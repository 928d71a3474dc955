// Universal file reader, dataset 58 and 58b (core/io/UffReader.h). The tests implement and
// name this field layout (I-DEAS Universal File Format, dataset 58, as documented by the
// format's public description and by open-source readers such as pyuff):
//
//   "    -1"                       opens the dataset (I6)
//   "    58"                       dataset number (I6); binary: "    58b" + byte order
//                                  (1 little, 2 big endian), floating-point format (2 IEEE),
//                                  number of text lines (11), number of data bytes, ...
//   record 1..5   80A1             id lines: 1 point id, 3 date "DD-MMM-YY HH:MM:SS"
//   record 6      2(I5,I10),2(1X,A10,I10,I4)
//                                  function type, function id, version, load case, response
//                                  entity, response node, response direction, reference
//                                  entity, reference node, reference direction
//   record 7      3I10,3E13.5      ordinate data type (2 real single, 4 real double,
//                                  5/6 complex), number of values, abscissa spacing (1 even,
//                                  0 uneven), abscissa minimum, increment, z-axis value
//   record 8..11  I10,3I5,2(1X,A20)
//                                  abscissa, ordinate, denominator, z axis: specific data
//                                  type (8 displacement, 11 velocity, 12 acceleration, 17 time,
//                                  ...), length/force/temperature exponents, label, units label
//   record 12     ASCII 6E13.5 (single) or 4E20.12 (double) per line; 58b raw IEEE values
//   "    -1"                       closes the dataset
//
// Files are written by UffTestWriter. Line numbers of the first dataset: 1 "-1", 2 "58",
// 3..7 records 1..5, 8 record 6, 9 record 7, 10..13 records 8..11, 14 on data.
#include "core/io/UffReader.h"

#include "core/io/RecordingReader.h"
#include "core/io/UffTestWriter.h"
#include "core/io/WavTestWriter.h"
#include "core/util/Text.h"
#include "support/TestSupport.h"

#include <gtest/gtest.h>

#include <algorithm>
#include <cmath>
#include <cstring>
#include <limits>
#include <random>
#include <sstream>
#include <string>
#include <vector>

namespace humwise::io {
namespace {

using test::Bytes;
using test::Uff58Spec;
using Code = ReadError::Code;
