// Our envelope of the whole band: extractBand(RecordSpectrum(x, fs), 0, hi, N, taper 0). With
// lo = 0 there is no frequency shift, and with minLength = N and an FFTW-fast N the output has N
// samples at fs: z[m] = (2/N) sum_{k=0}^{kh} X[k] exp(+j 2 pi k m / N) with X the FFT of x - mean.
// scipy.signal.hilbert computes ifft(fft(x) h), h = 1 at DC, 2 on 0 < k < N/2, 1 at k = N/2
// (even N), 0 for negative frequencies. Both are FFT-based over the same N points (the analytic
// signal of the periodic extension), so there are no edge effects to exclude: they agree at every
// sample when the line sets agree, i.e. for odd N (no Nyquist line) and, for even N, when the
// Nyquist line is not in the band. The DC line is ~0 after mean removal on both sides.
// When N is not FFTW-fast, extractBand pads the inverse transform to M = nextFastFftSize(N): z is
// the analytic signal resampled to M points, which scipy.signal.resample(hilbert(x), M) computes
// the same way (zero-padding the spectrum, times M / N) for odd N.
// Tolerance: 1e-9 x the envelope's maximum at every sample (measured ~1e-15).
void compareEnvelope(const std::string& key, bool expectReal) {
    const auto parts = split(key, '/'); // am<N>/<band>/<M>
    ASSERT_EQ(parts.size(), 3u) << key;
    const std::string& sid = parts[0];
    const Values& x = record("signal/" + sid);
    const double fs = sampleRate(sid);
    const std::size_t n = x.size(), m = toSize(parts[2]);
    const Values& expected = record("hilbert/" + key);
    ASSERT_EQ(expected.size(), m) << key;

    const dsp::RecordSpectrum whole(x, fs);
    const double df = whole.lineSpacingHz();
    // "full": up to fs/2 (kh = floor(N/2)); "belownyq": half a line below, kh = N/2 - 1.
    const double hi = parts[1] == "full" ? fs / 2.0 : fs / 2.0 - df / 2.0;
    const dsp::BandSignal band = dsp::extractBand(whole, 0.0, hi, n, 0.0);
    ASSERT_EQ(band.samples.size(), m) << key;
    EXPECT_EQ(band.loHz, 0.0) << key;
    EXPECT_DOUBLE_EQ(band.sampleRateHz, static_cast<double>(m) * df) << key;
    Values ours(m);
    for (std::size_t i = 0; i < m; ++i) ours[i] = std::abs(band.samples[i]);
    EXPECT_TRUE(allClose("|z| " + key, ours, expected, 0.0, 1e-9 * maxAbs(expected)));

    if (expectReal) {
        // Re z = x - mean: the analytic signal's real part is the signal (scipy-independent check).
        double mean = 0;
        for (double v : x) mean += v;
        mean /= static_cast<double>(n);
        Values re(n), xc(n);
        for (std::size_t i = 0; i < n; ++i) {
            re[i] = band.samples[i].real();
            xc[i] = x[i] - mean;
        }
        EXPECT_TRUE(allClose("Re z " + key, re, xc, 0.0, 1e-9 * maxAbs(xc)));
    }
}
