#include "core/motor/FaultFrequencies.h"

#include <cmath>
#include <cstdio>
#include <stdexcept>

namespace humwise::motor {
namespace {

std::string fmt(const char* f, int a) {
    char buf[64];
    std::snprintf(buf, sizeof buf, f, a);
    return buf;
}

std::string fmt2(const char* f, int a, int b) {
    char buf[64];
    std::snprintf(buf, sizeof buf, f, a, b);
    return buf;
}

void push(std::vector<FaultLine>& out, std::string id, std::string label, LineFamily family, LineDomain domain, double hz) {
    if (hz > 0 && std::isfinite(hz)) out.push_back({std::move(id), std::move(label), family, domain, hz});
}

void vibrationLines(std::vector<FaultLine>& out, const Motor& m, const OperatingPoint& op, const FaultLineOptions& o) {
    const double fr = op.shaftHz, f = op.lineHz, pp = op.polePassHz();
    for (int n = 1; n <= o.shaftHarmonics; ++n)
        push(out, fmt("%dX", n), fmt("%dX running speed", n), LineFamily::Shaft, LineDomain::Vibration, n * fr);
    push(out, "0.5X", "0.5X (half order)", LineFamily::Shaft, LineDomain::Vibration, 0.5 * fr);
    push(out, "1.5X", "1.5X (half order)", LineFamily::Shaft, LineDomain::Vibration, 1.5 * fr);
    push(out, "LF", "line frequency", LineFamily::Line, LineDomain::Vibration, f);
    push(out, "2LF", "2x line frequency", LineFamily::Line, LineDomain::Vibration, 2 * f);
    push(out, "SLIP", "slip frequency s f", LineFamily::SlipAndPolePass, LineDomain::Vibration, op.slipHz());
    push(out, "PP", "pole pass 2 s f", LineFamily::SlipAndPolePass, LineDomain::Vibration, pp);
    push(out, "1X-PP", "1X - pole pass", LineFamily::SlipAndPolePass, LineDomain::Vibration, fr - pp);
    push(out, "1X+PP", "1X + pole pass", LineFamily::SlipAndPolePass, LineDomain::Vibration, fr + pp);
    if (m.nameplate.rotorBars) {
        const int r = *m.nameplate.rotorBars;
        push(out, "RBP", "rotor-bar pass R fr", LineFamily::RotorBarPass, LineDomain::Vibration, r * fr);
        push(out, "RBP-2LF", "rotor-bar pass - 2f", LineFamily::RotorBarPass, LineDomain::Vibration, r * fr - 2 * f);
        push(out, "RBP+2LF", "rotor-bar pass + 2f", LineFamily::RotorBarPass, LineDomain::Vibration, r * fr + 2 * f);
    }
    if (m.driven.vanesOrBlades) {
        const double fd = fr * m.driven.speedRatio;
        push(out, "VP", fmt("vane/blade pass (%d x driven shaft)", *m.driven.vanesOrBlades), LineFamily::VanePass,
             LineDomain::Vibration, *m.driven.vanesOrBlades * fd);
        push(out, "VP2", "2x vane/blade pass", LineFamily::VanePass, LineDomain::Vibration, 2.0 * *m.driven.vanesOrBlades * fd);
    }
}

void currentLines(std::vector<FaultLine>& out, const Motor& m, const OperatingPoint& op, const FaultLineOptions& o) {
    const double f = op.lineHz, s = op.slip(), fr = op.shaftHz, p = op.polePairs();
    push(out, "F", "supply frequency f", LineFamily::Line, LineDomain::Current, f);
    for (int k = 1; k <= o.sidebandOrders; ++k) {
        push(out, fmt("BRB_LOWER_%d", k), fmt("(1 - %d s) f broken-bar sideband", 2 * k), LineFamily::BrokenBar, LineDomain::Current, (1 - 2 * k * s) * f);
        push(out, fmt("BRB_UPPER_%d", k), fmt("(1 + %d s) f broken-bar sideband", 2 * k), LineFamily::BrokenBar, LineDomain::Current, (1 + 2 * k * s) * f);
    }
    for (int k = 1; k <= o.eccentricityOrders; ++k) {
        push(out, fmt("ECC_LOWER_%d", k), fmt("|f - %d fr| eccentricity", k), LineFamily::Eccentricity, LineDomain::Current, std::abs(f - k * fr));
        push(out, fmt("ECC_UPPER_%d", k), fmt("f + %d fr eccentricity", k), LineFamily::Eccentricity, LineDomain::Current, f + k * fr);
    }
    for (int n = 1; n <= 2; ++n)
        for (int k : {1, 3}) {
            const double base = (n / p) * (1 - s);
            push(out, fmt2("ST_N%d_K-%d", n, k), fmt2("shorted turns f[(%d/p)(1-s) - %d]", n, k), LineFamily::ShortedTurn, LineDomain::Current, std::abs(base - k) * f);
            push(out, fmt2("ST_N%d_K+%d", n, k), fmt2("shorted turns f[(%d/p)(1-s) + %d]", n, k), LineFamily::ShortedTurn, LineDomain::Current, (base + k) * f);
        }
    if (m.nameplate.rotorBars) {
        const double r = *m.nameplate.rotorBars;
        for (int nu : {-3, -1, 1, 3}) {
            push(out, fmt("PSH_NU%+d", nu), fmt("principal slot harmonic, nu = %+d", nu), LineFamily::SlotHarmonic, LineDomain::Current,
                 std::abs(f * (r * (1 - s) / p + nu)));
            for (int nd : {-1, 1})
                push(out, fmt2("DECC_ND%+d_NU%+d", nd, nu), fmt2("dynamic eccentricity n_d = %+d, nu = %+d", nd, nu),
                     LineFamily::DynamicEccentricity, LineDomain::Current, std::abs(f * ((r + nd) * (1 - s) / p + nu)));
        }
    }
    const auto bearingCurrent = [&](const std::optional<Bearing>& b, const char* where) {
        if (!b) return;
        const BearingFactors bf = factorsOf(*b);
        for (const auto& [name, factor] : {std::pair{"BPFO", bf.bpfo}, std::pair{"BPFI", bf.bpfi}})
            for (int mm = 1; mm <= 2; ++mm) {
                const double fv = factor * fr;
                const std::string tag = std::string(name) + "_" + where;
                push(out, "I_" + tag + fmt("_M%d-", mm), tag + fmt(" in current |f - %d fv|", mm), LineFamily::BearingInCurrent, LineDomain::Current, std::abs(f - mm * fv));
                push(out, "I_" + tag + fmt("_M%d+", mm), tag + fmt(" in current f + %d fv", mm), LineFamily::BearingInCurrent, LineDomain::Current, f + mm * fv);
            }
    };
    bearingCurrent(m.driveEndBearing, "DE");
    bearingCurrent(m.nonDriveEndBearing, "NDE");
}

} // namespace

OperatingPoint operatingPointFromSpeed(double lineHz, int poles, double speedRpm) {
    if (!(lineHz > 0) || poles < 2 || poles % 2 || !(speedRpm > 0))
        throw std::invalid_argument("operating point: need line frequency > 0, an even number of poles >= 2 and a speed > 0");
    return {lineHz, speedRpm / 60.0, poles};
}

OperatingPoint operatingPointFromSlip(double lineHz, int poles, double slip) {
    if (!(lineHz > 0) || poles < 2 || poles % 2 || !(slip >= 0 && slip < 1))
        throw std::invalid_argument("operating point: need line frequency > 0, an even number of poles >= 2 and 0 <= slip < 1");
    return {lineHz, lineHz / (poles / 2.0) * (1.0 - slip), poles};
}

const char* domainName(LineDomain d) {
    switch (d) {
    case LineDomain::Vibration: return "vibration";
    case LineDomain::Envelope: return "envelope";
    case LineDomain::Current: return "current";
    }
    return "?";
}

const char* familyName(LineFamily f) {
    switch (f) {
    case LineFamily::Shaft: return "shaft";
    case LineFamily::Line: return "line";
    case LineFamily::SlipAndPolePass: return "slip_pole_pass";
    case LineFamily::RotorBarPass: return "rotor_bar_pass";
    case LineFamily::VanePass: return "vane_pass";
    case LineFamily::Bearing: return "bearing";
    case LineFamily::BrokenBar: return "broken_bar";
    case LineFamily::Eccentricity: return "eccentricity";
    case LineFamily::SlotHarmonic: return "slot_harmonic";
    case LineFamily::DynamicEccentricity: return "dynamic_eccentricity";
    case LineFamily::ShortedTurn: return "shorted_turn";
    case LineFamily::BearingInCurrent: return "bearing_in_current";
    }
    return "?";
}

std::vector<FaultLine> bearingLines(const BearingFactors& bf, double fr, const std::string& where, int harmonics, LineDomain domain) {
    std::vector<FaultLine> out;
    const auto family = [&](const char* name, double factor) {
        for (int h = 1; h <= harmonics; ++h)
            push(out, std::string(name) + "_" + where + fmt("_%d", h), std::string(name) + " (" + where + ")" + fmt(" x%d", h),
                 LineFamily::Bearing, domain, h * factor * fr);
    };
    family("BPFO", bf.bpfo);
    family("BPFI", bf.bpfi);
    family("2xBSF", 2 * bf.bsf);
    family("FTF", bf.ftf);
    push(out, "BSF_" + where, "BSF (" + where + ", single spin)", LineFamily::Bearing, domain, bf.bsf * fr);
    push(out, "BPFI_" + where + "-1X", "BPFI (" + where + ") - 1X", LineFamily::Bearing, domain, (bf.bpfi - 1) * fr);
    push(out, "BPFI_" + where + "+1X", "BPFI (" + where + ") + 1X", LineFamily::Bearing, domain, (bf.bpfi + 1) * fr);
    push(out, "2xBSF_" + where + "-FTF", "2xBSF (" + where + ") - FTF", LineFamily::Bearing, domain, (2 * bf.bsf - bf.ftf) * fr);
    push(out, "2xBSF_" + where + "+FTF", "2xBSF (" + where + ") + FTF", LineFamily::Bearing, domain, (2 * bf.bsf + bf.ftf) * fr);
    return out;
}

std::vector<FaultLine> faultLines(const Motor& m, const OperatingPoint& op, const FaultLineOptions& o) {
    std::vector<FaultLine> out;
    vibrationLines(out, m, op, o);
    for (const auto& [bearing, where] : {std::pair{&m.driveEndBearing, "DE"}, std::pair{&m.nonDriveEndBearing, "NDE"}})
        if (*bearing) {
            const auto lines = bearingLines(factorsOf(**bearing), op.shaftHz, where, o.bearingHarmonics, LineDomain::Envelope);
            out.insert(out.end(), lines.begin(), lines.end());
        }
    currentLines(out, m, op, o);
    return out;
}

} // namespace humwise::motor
----
[WHAT IS NEEDED] Beginning with the line containing "LineFamily::SlipAndPolePass, LineDomain::Vibration, pp);" in the material above, copy every line exactly until you have copied the line containing "LineDomain::Vibration, fr + pp);".

[RESPONSE TO THE EXERCISE]
    push(out, "PP", "pole pass 2 s f", LineFamily::SlipAndPolePass, LineDomain::Vibration, pp);
    push(out, "1X-PP", "1X - pole pass", LineFamily::SlipAndPolePass, LineDomain::Vibration, fr - pp);
    push(out, "1X+PP", "1X + pole pass", LineFamily::SlipAndPolePass, LineDomain::Vibration, fr + pp);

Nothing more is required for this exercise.